EXTRACTED RECORDS
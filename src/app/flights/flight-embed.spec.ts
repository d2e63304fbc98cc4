import { provideHttpClient } from '@angular/common/http';
import { HttpTestingController, provideHttpClientTesting } from '@angular/common/http/testing';
import { TestBed } from '@angular/core/testing';
import type { FlightPage, FlightView } from '@contracts/launches/launch-answers';
import { FlightEmbed } from './flight-embed';

// Only the card's fields the embed reads; the rest of a FlightView does not matter here.
const FLIGHT = { id: 5, rocketName: 'Prairie Dart' } as FlightView;
const DATA: NonNullable<FlightPage['data']> = {
  summary: {
    apogeeMetres: 634.86,
    apogeeFeet: 2082.9,
    apogeeAtSeconds: 12.697,
    maxSpeedMps: 100,
    descentRateMps: 5,
    peakAccelG: null,
    flightTimeSeconds: 139.6,
    samples: 14500,
  },
  series: [
    { t: 0, altitudeM: 0, speedMps: 0 },
    { t: 12.7, altitudeM: 634.86, speedMps: 0 },
  ],
  events: [{ kind: 'apogee', t: 12.697 }],
  mapping: {},
  filter: 'Savitzky–Golay',
  fileName: 'flight.csv',
  uploadedAt: '2026-06-13T18:00:00.000Z',
};
const DETAIL: FlightPage = { flight: FLIGHT, data: DATA, caution: 'Padside records.' };

describe('FlightEmbed', () => {
  beforeAll(() => jest.spyOn(HTMLCanvasElement.prototype, 'getContext').mockReturnValue(null));
  beforeEach(() => {
    jest.spyOn(console, 'error').mockImplementation(() => undefined);
    TestBed.configureTestingModule({ providers: [provideHttpClient(), provideHttpClientTesting()] });
  });
  afterEach(() => (console.error as jest.Mock).mockRestore());

  const show = async (answer: (req: ReturnType<HttpTestingController['expectOne']>) => void) => {
    const fixture = TestBed.createComponent(FlightEmbed);
    fixture.componentRef.setInput('flightId', 5);
    TestBed.tick();
    expect((fixture.nativeElement as HTMLElement).textContent).toContain('Loading flight data');
    answer(TestBed.inject(HttpTestingController).expectOne('/api/flights/5'));
    await fixture.whenStable();
    return fixture.nativeElement as HTMLElement;
  };

  it('should show the summary and the chart', async () => {
    const el = await show((req) => req.flush(DETAIL));
    expect(el.querySelector('h3')!.textContent).toContain('Prairie Dart');
    expect(el.textContent).toContain('635 m (2,083 ft) at 12.7 s');
    expect(el.textContent).toContain('100 m/s');
    expect(el.textContent).toContain('5.0 m/s');
    expect(el.textContent).not.toContain('Peak acceleration');
    expect(el.querySelector('ps-flight-chart canvas')).not.toBeNull();
  });

  it('should say the data is not available for a flight with no log yet', async () => {
    const el = await show((req) => req.flush({ ...DETAIL, data: null }));
    expect(el.textContent).toContain('Flight data not available.');
    expect(el.querySelector('ps-flight-chart')).toBeNull();
  });

  it('should say the data is not available for a log with no points to chart', async () => {
    const el = await show((req) => req.flush({ ...DETAIL, data: { ...DATA, series: [] } }));
    expect(el.textContent).toContain('Flight data not available.');
    expect(el.querySelector('ps-flight-chart')).toBeNull();
  });

  it('should say the data is not available on a 404', async () => {
    const el = await show((req) =>
      req.flush({ error: { code: 'not_found', message: 'Not found.' } }, { status: 404, statusText: 'Not Found' }),
    );
    expect(el.textContent).toContain('Flight data not available.');
  });
});
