import { formatDay } from '@contracts/dates/club-dates';
import { ClubDatePipe } from '../shared/club-date-pipe';
import { ChangeDetectionStrategy, Component, computed, effect, inject, signal, viewChild } from '@angular/core';
import { rxResource } from '@angular/core/rxjs-interop';
import { NonNullableFormBuilder, ReactiveFormsModule } from '@angular/forms';
import { RouterLink } from '@angular/router';
import { HttpErrorResponse } from '@angular/common/http';
import { catchError, firstValueFrom, of, throwError } from 'rxjs';
import { MatButtonModule } from '@angular/material/button';
import { MatCheckboxModule } from '@angular/material/checkbox';
import { MatDatepickerModule } from '@angular/material/datepicker';
import { MatFormFieldModule } from '@angular/material/form-field';
import { MatInputModule } from '@angular/material/input';
import { MatSelectModule } from '@angular/material/select';
import { MatSlideToggleModule } from '@angular/material/slide-toggle';
import { applyServerErrors } from '../core/api-error';
import { SessionStore } from '../core/session-store';
import { FieldErrorPipe } from '../shared/field-error-pipe';
import { MoneyPipe } from '../shared/money-pipe';
import { FlyingCaution } from './flying-caution';
import { JoinForm } from './join-form';
import type { Membership } from '@contracts/membership/membership-answers';
import { MembershipApi } from './membership-api';
import { fromIsoDate, provideClubDates, toIsoDate } from '../shared/club-date-adapter';
import { CardChoice, savedCardText } from './card-choice';
import { SiteNames } from '../core/site-names';

const STATUS_TEXT: Record<Membership['status'], string> = {
  pending: 'Waiting for the first payment',
  active: 'Paid up',
  lapsing: 'In grace: renew soon',
  lapsed: 'Lapsed',
};

/** Club dues: join when new, otherwise the member's status, renewal and auto-renew. */
@Component({
  selector: 'ps-membership-home',
  imports: [
    ReactiveFormsModule,
    RouterLink,
    ClubDatePipe,
    MatButtonModule,
    MatCheckboxModule,
    MatDatepickerModule,
    MatFormFieldModule,
    MatInputModule,
    MatSelectModule,
    MatSlideToggleModule,
    FieldErrorPipe,
    MoneyPipe,
    FlyingCaution,
    JoinForm,
    CardChoice,
  ],
  providers: [provideClubDates()],
  templateUrl: './membership-home.html',
  styleUrl: './membership-forms.scss',
  changeDetection: ChangeDetectionStrategy.OnPush,
})
export class MembershipHome {
  private readonly api = inject(MembershipApi);
  private readonly fb = inject(NonNullableFormBuilder);
  protected readonly session = inject(SessionStore);
  protected readonly site = inject(SiteNames);

  protected readonly savedCardText = savedCardText;
  protected readonly statusText = STATUS_TEXT;
  protected readonly policy = rxResource({ stream: () => this.api.policy() });
  /** null means "no membership yet"; other failures surface as errors. */
  protected readonly mine = rxResource({
    params: () => (this.session.signedIn() ? true : undefined),
    stream: () =>
      this.api
        .me()
        .pipe(
          catchError((err) =>
            err instanceof HttpErrorResponse && err.status === 404 ? of(null) : throwError(() => err),
          ),
        ),
  });
  protected readonly membership = computed(() => this.mine.value()?.membership ?? null);
  protected readonly quote = rxResource({
    params: () => this.membership()?.planId,
    stream: ({ params }) => this.api.quote(params),
  });

  private readonly renewCard = viewChild('renewCard', { read: CardChoice });
  private readonly autoCard = viewChild('autoCard', { read: CardChoice });
  protected readonly renewForm = this.fb.group({
    paymentToken: [''],
    waiverAccepted: [false],
    waiverVersion: [''],
  });
  /** The auto-renew switch and the card to keep on file; the switch shows what the server last said. */
  protected readonly autoForm = this.fb.group({ paymentToken: [''], autoRenew: [false] });
  protected readonly autoProblem = signal<string | null>(null);
  protected readonly detailsForm = this.fb.group({
    associationNumber: [''],
    associationExpires: this.fb.control<Date | null>(null),
    certificationLevel: ['none'],
    certificationDate: this.fb.control<Date | null>(null),
  });
  protected readonly editingDetails = signal(false);
  protected readonly problem = signal<string | null>(null);
  protected readonly notice = signal<string | null>(null);
  protected readonly busy = signal(false);

  constructor() {
    effect(() => {
      const m = this.membership();
      if (m) this.autoForm.controls.autoRenew.setValue(m.autoRenew, { emitEvent: false });
    });
  }

  protected joined(m: Membership): void {
    this.notice.set(`Welcome aboard. Your member number is ${m.memberNumber}; your dues run to ${m.termEnd}.`);
    this.mine.reload();
  }

  protected async renew(): Promise<void> {
    const m = this.membership();
    const policy = this.policy.value();
    if (!m || !policy) return;
    const v = this.renewForm.getRawValue();
    if (!m.waiverCurrent && !v.waiverAccepted) {
      this.renewForm.controls.waiverAccepted.setErrors({ required: true });
      this.renewForm.controls.waiverAccepted.markAsTouched();
      return;
    }
    if (!v.paymentToken && !m.hasSavedCard) {
      this.renewForm.controls.paymentToken.setErrors({ required: true });
      this.renewForm.controls.paymentToken.markAsTouched();
      return;
    }
    this.busy.set(true);
    this.problem.set(null);
    try {
      const paymentToken = await this.renewCard()?.token();
      const res = await firstValueFrom(
        this.api.renew({
          ...(paymentToken ? { paymentToken } : {}),
          ...(!m.waiverCurrent
            ? { waiverVersion: policy.waiverVersion, safetyCodeVersion: policy.safetyCodeVersion }
            : {}),
        }),
      );
      this.notice.set(
        res.membership.termEnd ? `Renewed. Your dues now run to ${formatDay(res.membership.termEnd)}.` : 'Renewed.',
      );
      this.renewForm.reset();
      this.mine.reload();
    } catch (err) {
      this.problem.set(
        err instanceof HttpErrorResponse || !(err instanceof Error)
          ? applyServerErrors(this.renewForm, err)
          : err.message,
      );
    } finally {
      this.busy.set(false);
    }
  }

  protected editDetails(m: Membership): void {
    this.detailsForm.reset({
      associationNumber: m.associationNumber ?? '',
      associationExpires: fromIsoDate(m.associationExpires),
      certificationLevel: m.certificationLevel,
      certificationDate: fromIsoDate(m.certificationDate),
    });
    this.editingDetails.set(true);
  }

  protected async saveDetails(): Promise<void> {
    this.problem.set(null);
    const v = this.detailsForm.getRawValue();
    try {
      await firstValueFrom(
        this.api.updateProfile({
          associationNumber: v.associationNumber || null,
          associationExpires: toIsoDate(v.associationExpires) || null,
          certificationLevel: v.certificationLevel,
          certificationDate: toIsoDate(v.certificationDate) || null,
        }),
      );
      this.notice.set('Association and certification details saved.');
      this.editingDetails.set(false);
      this.mine.reload();
    } catch (err) {
      this.problem.set(applyServerErrors(this.detailsForm, err));
    }
  }

  /** Asks the server; the switch then shows its answer, and a refusal sits beside the switch and the card field. */
  protected async setAutoRenew(on: boolean): Promise<void> {
    const m = this.membership();
    if (!m) return;
    this.autoProblem.set(null);
    const toggle = this.autoForm.controls.autoRenew;
    toggle.disable({ emitEvent: false });
    try {
      const paymentToken = await this.autoCard()?.token();
      const res = await firstValueFrom(this.api.setAutoRenew(on, paymentToken));
      toggle.setValue(res.membership.autoRenew, { emitEvent: false });
      this.notice.set(res.membership.autoRenew ? 'Auto-renew is on.' : 'Auto-renew is off.');
      this.autoForm.controls.paymentToken.reset();
      this.mine.reload();
    } catch (err) {
      toggle.setValue(m.autoRenew, { emitEvent: false });
      this.autoProblem.set(
        err instanceof HttpErrorResponse || !(err instanceof Error)
          ? applyServerErrors(this.autoForm, err)
          : err.message,
      );
    } finally {
      toggle.enable({ emitEvent: false });
    }
  }
}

WORK REQUIRED
Repeat the entries above exactly, from the first line through the line containing "expect(el.textContent).toContain('635 m (2,083".

PROBLEM SOLUTION
filename src/app/flights/flight-embed.spec.ts
repository d2e63304fbc98cc4
import { provideHttpClient } from '@angular/common/http';
import { HttpTestingController, provideHttpClientTesting } from '@angular/common/http/testing';
import { TestBed } from '@angular/core/testing';
import type { FlightPage, FlightView } from '@contracts/launches/launch-answers';
import { FlightEmbed } from './flight-embed';

// Only the card's fields the embed reads; the rest of a FlightView does not matter here.
const FLIGHT = { id: 5, rocketName: 'Prairie Dart' } as FlightView;
const DATA: NonNullable<FlightPage['data']> = {
  summary: {
    apogeeMetres: 634.86,
    apogeeFeet: 2082.9,
    apogeeAtSeconds: 12.697,
    maxSpeedMps: 100,
    descentRateMps: 5,
    peakAccelG: null,
    flightTimeSeconds: 139.6,
    samples: 14500,
  },
  series: [
    { t: 0, altitudeM: 0, speedMps: 0 },
    { t: 12.7, altitudeM: 634.86, speedMps: 0 },
  ],
  events: [{ kind: 'apogee', t: 12.697 }],
  mapping: {},
  filter: 'Savitzky–Golay',
  fileName: 'flight.csv',
  uploadedAt: '2026-06-13T18:00:00.000Z',
};
const DETAIL: FlightPage = { flight: FLIGHT, data: DATA, caution: 'Padside records.' };

describe('FlightEmbed', () => {
  beforeAll(() => jest.spyOn(HTMLCanvasElement.prototype, 'getContext').mockReturnValue(null));
  beforeEach(() => {
    jest.spyOn(console, 'error').mockImplementation(() => undefined);
    TestBed.configureTestingModule({ providers: [provideHttpClient(), provideHttpClientTesting()] });
  });
  afterEach(() => (console.error as jest.Mock).mockRestore());

  const show = async (answer: (req: ReturnType<HttpTestingController['expectOne']>) => void) => {
    const fixture = TestBed.createComponent(FlightEmbed);
    fixture.componentRef.setInput('flightId', 5);
    TestBed.tick();
    expect((fixture.nativeElement as HTMLElement).textContent).toContain('Loading flight data');
    answer(TestBed.inject(HttpTestingController).expectOne('/api/flights/5'));
    await fixture.whenStable();
    return fixture.nativeElement as HTMLElement;
  };

  it('should show the summary and the chart', async () => {
    const el = await show((req) => req.flush(DETAIL));
    expect(el.querySelector('h3')!.textContent).toContain('Prairie Dart');
    expect(el.textContent).toContain('635 m (2,083 ft) at 12.7 s');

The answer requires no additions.